Data entries:
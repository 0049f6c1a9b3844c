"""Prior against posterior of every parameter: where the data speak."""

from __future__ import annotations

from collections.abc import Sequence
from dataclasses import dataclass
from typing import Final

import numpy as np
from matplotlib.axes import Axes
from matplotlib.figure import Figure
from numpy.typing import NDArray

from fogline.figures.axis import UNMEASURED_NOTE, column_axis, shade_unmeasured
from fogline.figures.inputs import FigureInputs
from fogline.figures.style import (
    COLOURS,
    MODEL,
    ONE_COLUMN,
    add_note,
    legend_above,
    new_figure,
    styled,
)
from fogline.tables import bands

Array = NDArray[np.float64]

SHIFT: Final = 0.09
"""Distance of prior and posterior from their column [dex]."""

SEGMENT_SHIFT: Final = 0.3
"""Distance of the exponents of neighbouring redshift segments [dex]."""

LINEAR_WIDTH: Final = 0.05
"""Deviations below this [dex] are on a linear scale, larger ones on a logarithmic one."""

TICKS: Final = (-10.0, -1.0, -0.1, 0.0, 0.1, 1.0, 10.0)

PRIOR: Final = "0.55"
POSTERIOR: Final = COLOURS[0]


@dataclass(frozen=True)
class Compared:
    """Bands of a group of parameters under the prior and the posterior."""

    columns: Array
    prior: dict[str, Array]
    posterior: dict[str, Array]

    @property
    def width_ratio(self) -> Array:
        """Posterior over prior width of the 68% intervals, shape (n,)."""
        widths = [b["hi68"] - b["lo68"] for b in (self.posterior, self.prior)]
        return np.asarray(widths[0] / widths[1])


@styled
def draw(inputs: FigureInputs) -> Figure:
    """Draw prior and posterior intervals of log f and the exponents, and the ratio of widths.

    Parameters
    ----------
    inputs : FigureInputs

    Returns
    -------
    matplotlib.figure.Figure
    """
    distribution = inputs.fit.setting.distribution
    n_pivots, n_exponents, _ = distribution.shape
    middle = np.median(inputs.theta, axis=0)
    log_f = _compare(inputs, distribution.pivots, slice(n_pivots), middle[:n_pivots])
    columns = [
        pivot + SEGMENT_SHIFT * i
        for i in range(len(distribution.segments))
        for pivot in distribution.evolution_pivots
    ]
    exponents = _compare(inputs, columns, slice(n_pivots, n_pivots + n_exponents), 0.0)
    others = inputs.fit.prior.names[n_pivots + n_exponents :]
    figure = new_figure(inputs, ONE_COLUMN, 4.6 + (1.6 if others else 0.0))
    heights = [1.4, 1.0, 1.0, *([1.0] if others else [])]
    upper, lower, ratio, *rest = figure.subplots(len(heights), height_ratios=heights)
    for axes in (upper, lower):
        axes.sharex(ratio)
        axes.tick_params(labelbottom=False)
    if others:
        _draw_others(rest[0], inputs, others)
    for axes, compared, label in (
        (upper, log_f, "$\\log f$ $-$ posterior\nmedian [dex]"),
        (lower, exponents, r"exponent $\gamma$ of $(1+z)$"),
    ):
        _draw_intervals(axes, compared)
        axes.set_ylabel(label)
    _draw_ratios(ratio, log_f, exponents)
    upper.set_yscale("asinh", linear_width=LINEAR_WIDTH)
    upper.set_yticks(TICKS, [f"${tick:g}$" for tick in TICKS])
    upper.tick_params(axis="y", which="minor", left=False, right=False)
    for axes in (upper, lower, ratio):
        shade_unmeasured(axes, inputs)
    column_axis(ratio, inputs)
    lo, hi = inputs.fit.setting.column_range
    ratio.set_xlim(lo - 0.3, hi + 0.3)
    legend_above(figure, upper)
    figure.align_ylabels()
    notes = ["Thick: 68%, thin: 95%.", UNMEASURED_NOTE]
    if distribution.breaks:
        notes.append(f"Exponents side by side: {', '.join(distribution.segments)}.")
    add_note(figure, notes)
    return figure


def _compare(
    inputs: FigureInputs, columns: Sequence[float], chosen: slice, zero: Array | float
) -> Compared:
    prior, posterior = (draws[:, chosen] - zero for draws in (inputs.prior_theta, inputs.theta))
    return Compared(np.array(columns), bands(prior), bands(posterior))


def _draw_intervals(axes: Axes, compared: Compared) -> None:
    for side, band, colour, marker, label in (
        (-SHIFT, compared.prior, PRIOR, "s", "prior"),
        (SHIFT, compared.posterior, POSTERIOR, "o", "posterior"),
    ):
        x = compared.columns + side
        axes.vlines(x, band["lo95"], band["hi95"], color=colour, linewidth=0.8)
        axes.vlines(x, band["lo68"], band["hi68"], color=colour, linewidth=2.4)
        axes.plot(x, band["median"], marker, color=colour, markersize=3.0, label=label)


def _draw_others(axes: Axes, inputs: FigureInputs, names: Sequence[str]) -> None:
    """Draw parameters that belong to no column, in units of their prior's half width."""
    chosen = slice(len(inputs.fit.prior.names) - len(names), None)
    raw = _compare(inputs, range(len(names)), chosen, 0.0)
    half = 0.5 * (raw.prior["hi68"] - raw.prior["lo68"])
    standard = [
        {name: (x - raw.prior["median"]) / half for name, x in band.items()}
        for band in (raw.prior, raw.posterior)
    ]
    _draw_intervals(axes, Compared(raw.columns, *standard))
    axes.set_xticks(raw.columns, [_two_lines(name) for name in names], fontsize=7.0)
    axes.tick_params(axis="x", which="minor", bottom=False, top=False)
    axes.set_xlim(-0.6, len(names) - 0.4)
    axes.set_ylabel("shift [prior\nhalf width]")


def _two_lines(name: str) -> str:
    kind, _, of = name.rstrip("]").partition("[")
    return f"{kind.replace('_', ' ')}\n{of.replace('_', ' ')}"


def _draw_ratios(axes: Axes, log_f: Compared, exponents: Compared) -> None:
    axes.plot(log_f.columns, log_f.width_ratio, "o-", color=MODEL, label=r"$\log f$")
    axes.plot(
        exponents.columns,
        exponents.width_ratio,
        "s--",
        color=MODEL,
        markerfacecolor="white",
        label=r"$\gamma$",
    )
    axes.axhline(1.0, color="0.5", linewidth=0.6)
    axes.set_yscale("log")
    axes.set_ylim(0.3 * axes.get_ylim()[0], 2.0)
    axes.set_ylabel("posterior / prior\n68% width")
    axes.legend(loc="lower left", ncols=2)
...
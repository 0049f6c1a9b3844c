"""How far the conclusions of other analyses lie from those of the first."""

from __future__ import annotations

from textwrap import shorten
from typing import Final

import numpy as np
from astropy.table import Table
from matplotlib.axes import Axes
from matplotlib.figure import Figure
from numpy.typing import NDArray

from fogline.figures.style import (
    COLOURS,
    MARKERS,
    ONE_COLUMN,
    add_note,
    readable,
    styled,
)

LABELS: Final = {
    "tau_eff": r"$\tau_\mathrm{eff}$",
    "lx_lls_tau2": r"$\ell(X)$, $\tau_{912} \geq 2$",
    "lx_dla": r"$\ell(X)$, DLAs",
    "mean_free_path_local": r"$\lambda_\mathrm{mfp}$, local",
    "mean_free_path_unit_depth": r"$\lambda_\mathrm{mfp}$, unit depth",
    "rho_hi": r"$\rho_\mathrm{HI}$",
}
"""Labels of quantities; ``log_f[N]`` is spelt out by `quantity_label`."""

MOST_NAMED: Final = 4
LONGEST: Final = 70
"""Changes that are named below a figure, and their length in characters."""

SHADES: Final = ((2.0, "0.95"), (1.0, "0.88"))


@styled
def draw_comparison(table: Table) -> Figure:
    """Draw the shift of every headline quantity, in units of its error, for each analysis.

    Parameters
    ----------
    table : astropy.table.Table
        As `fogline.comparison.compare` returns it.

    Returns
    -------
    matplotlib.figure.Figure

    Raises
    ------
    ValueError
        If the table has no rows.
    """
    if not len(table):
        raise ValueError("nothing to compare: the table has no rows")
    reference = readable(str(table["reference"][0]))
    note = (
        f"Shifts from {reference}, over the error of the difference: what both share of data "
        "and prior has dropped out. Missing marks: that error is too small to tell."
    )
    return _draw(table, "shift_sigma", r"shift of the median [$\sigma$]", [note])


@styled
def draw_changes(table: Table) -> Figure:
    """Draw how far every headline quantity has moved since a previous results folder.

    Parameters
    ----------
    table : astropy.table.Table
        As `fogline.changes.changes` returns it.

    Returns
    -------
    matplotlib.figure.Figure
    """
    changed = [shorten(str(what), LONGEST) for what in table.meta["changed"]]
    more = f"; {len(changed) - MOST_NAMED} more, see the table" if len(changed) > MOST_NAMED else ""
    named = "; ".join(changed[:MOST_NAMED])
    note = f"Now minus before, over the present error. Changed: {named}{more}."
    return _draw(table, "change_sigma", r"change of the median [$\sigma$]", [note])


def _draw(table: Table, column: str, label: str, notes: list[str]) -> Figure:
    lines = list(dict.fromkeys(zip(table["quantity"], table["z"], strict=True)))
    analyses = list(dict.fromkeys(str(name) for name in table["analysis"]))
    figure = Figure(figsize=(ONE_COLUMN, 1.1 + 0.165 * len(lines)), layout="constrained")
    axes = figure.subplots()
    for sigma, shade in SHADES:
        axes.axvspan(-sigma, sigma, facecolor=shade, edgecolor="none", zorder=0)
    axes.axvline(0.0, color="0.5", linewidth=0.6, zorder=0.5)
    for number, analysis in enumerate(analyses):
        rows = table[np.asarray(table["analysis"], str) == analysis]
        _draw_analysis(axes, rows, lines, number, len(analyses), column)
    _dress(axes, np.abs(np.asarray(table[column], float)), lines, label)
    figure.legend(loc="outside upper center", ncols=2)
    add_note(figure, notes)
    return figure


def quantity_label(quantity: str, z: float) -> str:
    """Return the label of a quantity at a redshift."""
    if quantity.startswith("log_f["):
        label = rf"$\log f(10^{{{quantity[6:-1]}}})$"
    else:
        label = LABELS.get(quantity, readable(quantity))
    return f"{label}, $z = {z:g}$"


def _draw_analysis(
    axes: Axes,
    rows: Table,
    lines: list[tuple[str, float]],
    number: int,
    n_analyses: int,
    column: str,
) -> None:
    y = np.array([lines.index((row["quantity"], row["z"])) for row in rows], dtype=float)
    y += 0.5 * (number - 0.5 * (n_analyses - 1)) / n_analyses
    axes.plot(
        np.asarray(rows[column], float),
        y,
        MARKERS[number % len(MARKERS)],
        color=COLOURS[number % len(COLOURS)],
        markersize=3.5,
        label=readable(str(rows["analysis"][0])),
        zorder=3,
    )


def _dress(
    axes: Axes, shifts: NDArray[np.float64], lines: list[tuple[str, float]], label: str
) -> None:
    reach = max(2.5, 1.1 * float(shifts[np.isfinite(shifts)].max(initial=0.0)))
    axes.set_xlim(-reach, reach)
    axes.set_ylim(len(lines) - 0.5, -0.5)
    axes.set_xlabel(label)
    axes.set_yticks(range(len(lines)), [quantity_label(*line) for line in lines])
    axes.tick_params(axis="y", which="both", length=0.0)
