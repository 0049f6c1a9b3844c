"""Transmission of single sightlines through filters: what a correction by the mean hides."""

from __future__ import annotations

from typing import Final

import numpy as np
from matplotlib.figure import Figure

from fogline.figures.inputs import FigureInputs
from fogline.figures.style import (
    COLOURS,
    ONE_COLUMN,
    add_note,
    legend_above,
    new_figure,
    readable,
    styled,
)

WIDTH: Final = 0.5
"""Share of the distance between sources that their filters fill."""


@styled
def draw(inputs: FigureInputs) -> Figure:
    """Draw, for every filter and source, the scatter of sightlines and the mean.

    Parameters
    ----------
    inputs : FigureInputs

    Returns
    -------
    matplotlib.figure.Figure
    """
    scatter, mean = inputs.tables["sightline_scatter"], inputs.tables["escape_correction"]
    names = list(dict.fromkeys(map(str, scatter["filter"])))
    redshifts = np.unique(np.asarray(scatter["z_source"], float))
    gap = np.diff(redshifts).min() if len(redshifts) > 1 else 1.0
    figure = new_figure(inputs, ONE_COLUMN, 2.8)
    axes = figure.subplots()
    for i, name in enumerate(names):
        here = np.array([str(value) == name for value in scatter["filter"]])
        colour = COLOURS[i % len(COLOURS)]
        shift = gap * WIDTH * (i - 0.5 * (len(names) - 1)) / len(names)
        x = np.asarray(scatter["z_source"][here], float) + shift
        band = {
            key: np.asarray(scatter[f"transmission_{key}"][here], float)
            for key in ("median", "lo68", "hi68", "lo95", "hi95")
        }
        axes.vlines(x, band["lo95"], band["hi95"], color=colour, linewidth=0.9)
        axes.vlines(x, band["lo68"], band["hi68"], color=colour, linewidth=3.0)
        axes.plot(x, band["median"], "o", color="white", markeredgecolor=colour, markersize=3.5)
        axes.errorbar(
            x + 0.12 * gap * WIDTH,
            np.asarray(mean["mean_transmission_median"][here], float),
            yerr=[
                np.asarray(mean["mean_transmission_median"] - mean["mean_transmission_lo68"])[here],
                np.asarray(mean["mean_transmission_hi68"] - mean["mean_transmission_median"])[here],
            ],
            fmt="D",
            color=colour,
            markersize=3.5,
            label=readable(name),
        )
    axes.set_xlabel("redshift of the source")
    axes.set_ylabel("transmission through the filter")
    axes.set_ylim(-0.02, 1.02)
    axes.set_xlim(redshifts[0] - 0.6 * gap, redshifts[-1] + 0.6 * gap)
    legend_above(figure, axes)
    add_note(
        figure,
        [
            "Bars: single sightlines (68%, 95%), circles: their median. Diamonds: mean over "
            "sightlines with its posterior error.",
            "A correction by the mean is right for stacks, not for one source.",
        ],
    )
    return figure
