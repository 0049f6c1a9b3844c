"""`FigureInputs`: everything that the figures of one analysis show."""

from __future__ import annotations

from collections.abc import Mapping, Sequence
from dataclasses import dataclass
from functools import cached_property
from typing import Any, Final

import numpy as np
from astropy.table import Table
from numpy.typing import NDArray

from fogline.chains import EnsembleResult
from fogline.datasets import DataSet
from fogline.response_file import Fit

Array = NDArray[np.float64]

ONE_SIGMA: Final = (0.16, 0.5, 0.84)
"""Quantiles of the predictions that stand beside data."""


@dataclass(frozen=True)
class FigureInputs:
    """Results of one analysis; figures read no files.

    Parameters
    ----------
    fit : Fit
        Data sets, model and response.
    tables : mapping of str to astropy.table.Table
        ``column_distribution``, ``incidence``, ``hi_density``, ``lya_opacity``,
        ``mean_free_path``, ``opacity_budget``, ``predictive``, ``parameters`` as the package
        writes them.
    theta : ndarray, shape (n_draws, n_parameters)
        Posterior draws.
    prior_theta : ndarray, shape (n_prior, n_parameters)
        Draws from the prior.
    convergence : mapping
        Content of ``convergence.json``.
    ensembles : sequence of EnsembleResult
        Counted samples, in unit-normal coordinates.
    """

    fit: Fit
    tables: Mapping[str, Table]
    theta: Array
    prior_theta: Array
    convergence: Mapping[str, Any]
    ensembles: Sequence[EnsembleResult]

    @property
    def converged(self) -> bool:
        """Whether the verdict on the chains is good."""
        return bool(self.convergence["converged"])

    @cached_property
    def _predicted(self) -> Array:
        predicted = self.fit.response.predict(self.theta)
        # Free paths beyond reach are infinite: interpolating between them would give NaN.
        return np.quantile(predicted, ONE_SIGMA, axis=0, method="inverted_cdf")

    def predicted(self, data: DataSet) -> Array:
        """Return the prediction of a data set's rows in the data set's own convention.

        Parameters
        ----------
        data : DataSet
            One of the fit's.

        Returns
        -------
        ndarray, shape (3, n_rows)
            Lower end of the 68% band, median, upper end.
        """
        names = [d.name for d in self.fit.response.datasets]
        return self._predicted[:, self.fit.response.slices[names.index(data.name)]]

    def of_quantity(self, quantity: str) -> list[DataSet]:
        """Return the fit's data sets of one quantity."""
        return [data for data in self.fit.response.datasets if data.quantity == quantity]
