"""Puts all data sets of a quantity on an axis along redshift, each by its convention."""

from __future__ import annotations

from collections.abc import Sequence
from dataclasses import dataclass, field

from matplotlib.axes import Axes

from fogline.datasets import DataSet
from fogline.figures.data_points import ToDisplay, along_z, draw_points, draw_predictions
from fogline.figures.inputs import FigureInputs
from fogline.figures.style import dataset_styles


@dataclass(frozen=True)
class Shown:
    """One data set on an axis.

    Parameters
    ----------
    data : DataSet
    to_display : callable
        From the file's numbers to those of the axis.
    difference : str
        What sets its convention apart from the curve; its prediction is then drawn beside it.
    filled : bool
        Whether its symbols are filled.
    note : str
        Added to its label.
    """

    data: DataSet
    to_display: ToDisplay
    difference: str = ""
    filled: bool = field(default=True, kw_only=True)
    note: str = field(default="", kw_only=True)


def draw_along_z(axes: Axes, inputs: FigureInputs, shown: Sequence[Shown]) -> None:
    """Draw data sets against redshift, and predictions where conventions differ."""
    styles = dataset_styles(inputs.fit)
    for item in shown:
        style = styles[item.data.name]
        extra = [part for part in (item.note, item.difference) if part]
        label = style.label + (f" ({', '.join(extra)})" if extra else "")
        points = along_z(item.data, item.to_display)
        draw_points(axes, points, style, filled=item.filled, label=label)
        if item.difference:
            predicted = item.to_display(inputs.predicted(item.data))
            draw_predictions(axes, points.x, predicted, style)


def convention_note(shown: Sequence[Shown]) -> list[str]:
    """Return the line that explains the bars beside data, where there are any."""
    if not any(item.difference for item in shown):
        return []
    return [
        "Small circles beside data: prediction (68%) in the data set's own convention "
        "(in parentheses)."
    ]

Assignment:
Working from the entries above, find every line in which the word "LONGEST" occurs and copy it.

Exercise answer:
LONGEST: Final = 70
    changed = [shorten(str(what), LONGEST) for what in table.meta["changed"]]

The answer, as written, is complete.